(Assigned task) For the material below, count each line where the string "from" appears, then return the total alone.
(Source records begins)
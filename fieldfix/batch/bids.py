"""BIDS names and metadata: entities, the inheritance principle, IntendedFor, B0 field links.

The terms are those of the BIDS specification 1.9 (an open standard; Gorgolewski et al.
2016, Scientific Data 3:160044, and the specification text, sections "File name
structure", "The inheritance principle", "Fieldmap data" and "BIDS URI"):

* a file name is ``<key>-<label>_..._<suffix><extension>``; labels are letters and digits,
  index entities (``run``, ``echo`` ...) are non-negative integers, and entities appear in
  the order of the specification's entity table (:data:`ENTITY_ORDER`);
* a JSON sidecar applies to every data file in its folder or below (up to the dataset root)
  with the same suffix and a superset of its entities; values closer to the file win;
* ``IntendedFor`` entries are paths relative to the subject folder, or BIDS URIs:
  ``bids::<path from the dataset root>`` (this dataset) and ``bids:<name>:<path>`` (the
  dataset called ``<name>`` in ``DatasetLinks``, followed only when it is this one);
* ``B0FieldIdentifier`` of a field map and ``B0FieldSource`` of a run link them.

Every JSON file is read through :func:`fieldfix.jsonfile.read_json` (one strict reader).

Examples
--------
>>> parse_bids_name("sub-01_ses-2_task-rest_run-1_bold.nii.gz").entity_dict["ses"]
'2'
>>> derivative_name(parse_bids_name("sub-01_task-rest_bold.nii.gz"), desc="corrected")
'sub-01_task-rest_desc-corrected_bold.nii.gz'
"""

from __future__ import annotations

import json
import os
import re
from dataclasses import dataclass, field
from pathlib import Path
from typing import Any, Iterable

from ..errors import FieldfixError, InputError
from ..jsonfile import read_json

__all__ = [
    "ENTITY_ORDER",
    "INDEX_ENTITIES",
    "PE_CODES",
    "BidsName",
    "parse_bids_name",
    "derivative_name",
    "check_label",
    "SidecarIndex",
    "Metadata",
    "IntendedTarget",
    "resolve_intended_for",
    "as_list",
    "pe_code_problem",
    "bids_uri",
]

#: Entities in the order of the BIDS entity table (specification 1.9; from memory of its
#: appendix "Entity table").
ENTITY_ORDER = (
    "sub", "ses", "sample", "task", "tracksys", "acq", "nuc", "voi", "ce", "trc", "stain", "rec", "dir",
    "run", "mod", "echo", "flip", "inv", "mt", "part", "proc", "hemi", "space", "split", "recording",
    "chunk", "seg", "res", "den", "label", "desc",
)
#: Entities whose value is an index (a non-negative integer) rather than a label.
INDEX_ENTITIES = frozenset({"run", "echo", "flip", "inv", "split", "chunk"})
#: The phase-encode codes BIDS allows in PhaseEncodingDirection.
PE_CODES = ("i", "j", "k", "i-", "j-", "k-")

_EXTENSIONS = (".nii.gz", ".nii", ".json", ".tsv.gz", ".tsv", ".csv", ".png", ".html")
_LABEL = re.compile(r"^[a-zA-Z0-9]+$")
_ENTITY = re.compile(r"^([a-zA-Z0-9]+)-([a-zA-Z0-9]+)$")
_SUFFIX = re.compile(r"^[a-zA-Z0-9]+$")


@dataclass(frozen=True)
class BidsName:
    """The parts of a BIDS file name.

    Attributes
    ----------
    entities : tuple of (str, str)
        Key-label pairs in the order they appear, e.g. ``(("sub", "01"), ("task", "rest"))``.
    suffix : str
        The last underscore-separated part before the extension, e.g. ``"bold"``.
    extension : str
        ``".nii.gz"``, ``".nii"``, ``".json"`` ...
    """

    entities: tuple[tuple[str, str], ...]
    suffix: str
    extension: str

    @property
    def entity_dict(self) -> dict[str, str]:
        return dict(self.entities)

    def stem(self, *, drop: Iterable[str] = ()) -> str:
        """Entities joined by underscores, without suffix (``sub-01_ses-02_task-rest``)."""
        dropped = set(drop)
        return "_".join(f"{k}-{v}" for k, v in self.entities if k not in dropped)

    @property
    def name(self) -> str:
        """The file name these parts make."""
        return "_".join([self.stem(), self.suffix] if self.entities else [self.suffix]) + self.extension

    def in_order(self) -> bool:
        """Whether the entities follow the BIDS entity table's order (unknown keys last)."""
        rank = [_rank(k) for k, _ in self.entities]
        return rank == sorted(rank)


def _rank(key: str) -> int:
    return ENTITY_ORDER.index(key) if key in ENTITY_ORDER else len(ENTITY_ORDER)


def _split_extension(base: str) -> tuple[str, str]:
    for ext in _EXTENSIONS:
        if base.endswith(ext):
            return base[: -len(ext)], ext
    if "." in base:
        head, dot, rest = base.partition(".")
        return head, dot + rest
    return base, ""


def parse_bids_name(name: str | os.PathLike) -> BidsName | None:
    """Split a BIDS file name into entities, suffix and extension.

    Returns None when the name does not follow the ``key-label_..._suffix.ext`` pattern
    (labels of letters and digits, a suffix of letters and digits, no key twice).

    Examples
    --------
    >>> parse_bids_name("sub-01_ses-2_task-rest_run-1_bold.nii.gz").suffix
    'bold'
    >>> parse_bids_name("sub-01_task-re_st_bold.nii.gz") is None
    True
    """
    base, extension = _split_extension(Path(name).name)
    parts = base.split("_")
    suffix = parts[-1]
    if not suffix or not _SUFFIX.match(suffix):
        return None
    entities = []
    for part in parts[:-1]:
        match = _ENTITY.match(part)
        if match is None:
            return None
        entities.append((match.group(1), match.group(2)))
    keys = [k for k, _ in entities]
    if len(set(keys)) != len(keys):
        return None
    return BidsName(tuple(entities), suffix, extension)


def check_label(text: str, what: str = "label") -> str:
    """Refuse a BIDS label that is not letters and digits (``sub-01`` -> ``01``).

    Raises
    ------
    InputError
        Naming the label and the rule.

    Examples
    --------
    >>> check_label("sub-01", "participant label")
    '01'
    """
    label = text[4:] if text.startswith("sub-") else text
    if not _LABEL.match(label):
        raise InputError(f"{text!r} is not a BIDS label (letters and digits only)", parameter=what)
    return label


def derivative_name(source: BidsName, *, desc: str | None = None, suffix: str | None = None,
                    space: str | None = None, extension: str = ".nii.gz", drop: Iterable[str] = ()) -> str:
    """BIDS derivative file name: the source's entities, plus ``space-`` and ``desc-``, in order.

    Parameters
    ----------
    source : BidsName
    desc, space : str, optional
        Labels (letters and digits; other characters are removed).
    suffix : str, optional
        Default: the source's suffix.
    extension : str
    drop : iterable of str
        Entities of the source left out (``dir`` for a field map made of several directions).

    Examples
    --------
    >>> src = parse_bids_name("sub-01_ses-1_task-rest_bold.nii.gz")
    >>> derivative_name(src, desc="bold", space="fieldmap", suffix="retention")
    'sub-01_ses-1_task-rest_space-fieldmap_desc-bold_retention.nii.gz'
    """
    dropped = set(drop) | {"desc", "space"}
    entities = {k: v for k, v in source.entities if k not in dropped}
    for key, value in (("space", space), ("desc", desc)):
        if value is not None:
            label = re.sub(r"[^a-zA-Z0-9]", "", value)
            if not label:
                raise ValueError(f"{key} {value!r} has no letters or digits")
            entities[key] = label
    keys = sorted(entities, key=lambda k: (_rank(k), k))
    return "_".join([f"{k}-{entities[k]}" for k in keys] + [suffix or source.suffix]) + extension


def as_list(value: Any) -> list:
    """A sidecar value that may be one item or a list, as a list (None: empty)."""
    if value is None:
        return []
    return list(value) if isinstance(value, (list, tuple)) else [value]


def pe_code_problem(value: Any, where: str) -> str | None:
    """Why a PhaseEncodingDirection value is unusable (None when it is one of the BIDS codes).

    Examples
    --------
    >>> pe_code_problem(1, "x.json")
    'x.json: PhaseEncodingDirection is 1, not one of i j k i- j- k-'
    >>> pe_code_problem("j-", "x.json") is None
    True
    """
    if value is None:
        return f"{where}: sidecar has no PhaseEncodingDirection"
    if isinstance(value, str) and value in PE_CODES:
        return None
    shown = repr(value) if isinstance(value, str) else json.dumps(value)
    return f"{where}: PhaseEncodingDirection is {shown}, not one of {' '.join(PE_CODES)}"


def bids_uri(relative: str, dataset: str = "raw") -> str:
    """A BIDS URI: ``bids:<dataset>:<path>`` (``dataset=""`` gives ``bids::<path>``, this dataset).

    Examples
    --------
    >>> bids_uri("sub-01/func/sub-01_task-rest_bold.nii.gz")
    'bids:raw:sub-01/func/sub-01_task-rest_bold.nii.gz'
    """
    return f"bids:{dataset}:{Path(relative).as_posix()}"


# ----------------------------------------------------------------------------- sidecars
@dataclass
class Metadata:
    """A data file's metadata merged from its sidecars, with the files and their problems."""

    values: dict = field(default_factory=dict)
    files: list[str] = field(default_factory=list)
    problems: list[str] = field(default_factory=list)


class SidecarIndex:
    """Finds the JSON sidecars of a file by the BIDS inheritance principle.

    A sidecar applies to a data file when it sits in the same folder or a parent folder
    (up to the dataset root), has the same suffix, and its entities are a subset of the
    file's. Values from sidecars closer to the file win; among sidecars of one folder, the
    one with more entities wins. A sidecar that cannot be read (see
    :func:`fieldfix.jsonfile.read_json`) is a problem of every file it applies to, never
    of the whole dataset.
    """

    def __init__(self, root: Path):
        self.root = root
        self._listing: dict[Path, list[tuple[BidsName, Path]]] = {}
        self._read: dict[Path, tuple[dict, str | None]] = {}

    def _jsons_in(self, folder: Path) -> list[tuple[BidsName, Path]]:
        if folder not in self._listing:
            found = []
            try:
                entries = sorted(folder.iterdir())
            except OSError:
                entries = []
            for path in entries:
                name = parse_bids_name(path.name) if path.name.endswith(".json") else None
                if name is not None and path.is_file():
                    found.append((name, path))
            self._listing[folder] = found
        return self._listing[folder]

    def _load(self, path: Path) -> tuple[dict, str | None]:
        if path not in self._read:
            try:
                self._read[path] = (read_json(path, what="JSON object (a BIDS sidecar)"), None)
            except FieldfixError as err:
                shown = path.relative_to(self.root).as_posix() if path.is_relative_to(self.root) else str(path)
                self._read[path] = ({}, f"{shown}: {err.message}")
        return self._read[path]

    def _folders(self, path: Path) -> list[Path]:
        folders, folder = [], path.parent
        while True:
            folders.append(folder)
            if folder == self.root or self.root not in folder.parents:
                return folders[::-1]  # root first, the file's own folder last
            folder = folder.parent

    def metadata(self, path: Path) -> Metadata:
        """The merged sidecar values of the data file at `path` (inside the root)."""
        name = parse_bids_name(path.name)
        result = Metadata()
        if name is None:
            return result
        entities = set(name.entities)
        for folder in self._folders(path):
            candidates = sorted((len(jn.entities), jp) for jn, jp in self._jsons_in(folder)
                                if jn.suffix == name.suffix and set(jn.entities) <= entities)
            for _, sidecar in candidates:
                values, problem = self._load(sidecar)
                result.values.update(values)
                result.files.append(sidecar.relative_to(self.root).as_posix())
                if problem:
                    result.problems.append(problem)
        return result


# ----------------------------------------------------------------------------- IntendedFor
@dataclass(frozen=True)
class IntendedTarget:
    """One IntendedFor entry resolved: the path from the dataset root, or why not.

    ``relative`` may be set together with ``problem`` when the entry clearly names a file
    of the dataset but breaks a rule (an absolute path): the run is then linked and fails
    with the reason instead of silently going uncorrected.
    """

    entry: str
    relative: str | None
    problem: str | None = None


def _inside(root: Path, candidate: str) -> str | None:
    """`candidate` (absolute, not resolved through links) as a path from `root`, if inside."""
    normal = os.path.normpath(candidate)
    try:
        relative = Path(normal).relative_to(root)
    except ValueError:
        return None
    return relative.as_posix() if relative.parts and ".." not in relative.parts else None


def resolve_intended_for(entry: Any, root: Path, subject_dir: Path, self_names: Iterable[str] = ()
                         ) -> IntendedTarget:
    """Resolve one IntendedFor entry to a path relative to the dataset root.

    Paths are resolved lexically (links are not followed), so a run stored as a link into
    an annex object store keeps its own name. `self_names` are the names under which the
    dataset's ``DatasetLinks`` refer to the dataset itself (``bids:<name>:`` URIs with
    another name point into another dataset and are not followed).

    Examples
    --------
    >>> root = Path("/data/study")
    >>> resolve_intended_for("bids::sub-01/func/a_bold.nii.gz", root, root / "sub-01").relative
    'sub-01/func/a_bold.nii.gz'
    >>> resolve_intended_for("/func/a_bold.nii.gz", root, root / "sub-01").problem[:44]
    "IntendedFor entry '/func/a_bold.nii.gz' is a"
    """
    if not isinstance(entry, str) or not entry.strip():
        return IntendedTarget(str(entry), None, f"IntendedFor entry {entry!r} is not a path or a BIDS URI")
    text = entry.strip()
    if text.startswith("bids:"):
        name, sep, rest = text[5:].partition(":")
        if not sep or not rest:
            return IntendedTarget(text, None, f"malformed BIDS URI {text!r} (expected bids:<dataset>:<path>)")
        if name and name not in set(self_names):
            return IntendedTarget(text, None, f"BIDS URI {text!r} points into another dataset ({name!r}), "
                                              "not followed")
        relative = _inside(root, str(root / rest.lstrip("/")))
        if relative is None:
            return IntendedTarget(text, None, f"BIDS URI {text!r} leaves the dataset")
        return IntendedTarget(text, relative)
    if os.path.isabs(text):
        rule = (f"IntendedFor entry {text!r} is an absolute path; it must be relative to the subject folder "
                "or a BIDS URI (bids::sub-.../...)")
        relative = _inside(root, text) or _inside(root, str(subject_dir / text.lstrip("/")))
        if relative is not None and not os.path.lexists(root / relative):
            relative = None
        return IntendedTarget(text, relative, rule)
    relative = _inside(root, str(subject_dir / text))
    if relative is None:
        return IntendedTarget(text, None, f"IntendedFor entry {text!r} leaves the dataset")
    if not os.path.lexists(root / relative):
        return IntendedTarget(text, None, f"IntendedFor entry {text!r} names a file that does not exist")
    return IntendedTarget(text, relative)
(Source records ends)
(Answer space) 12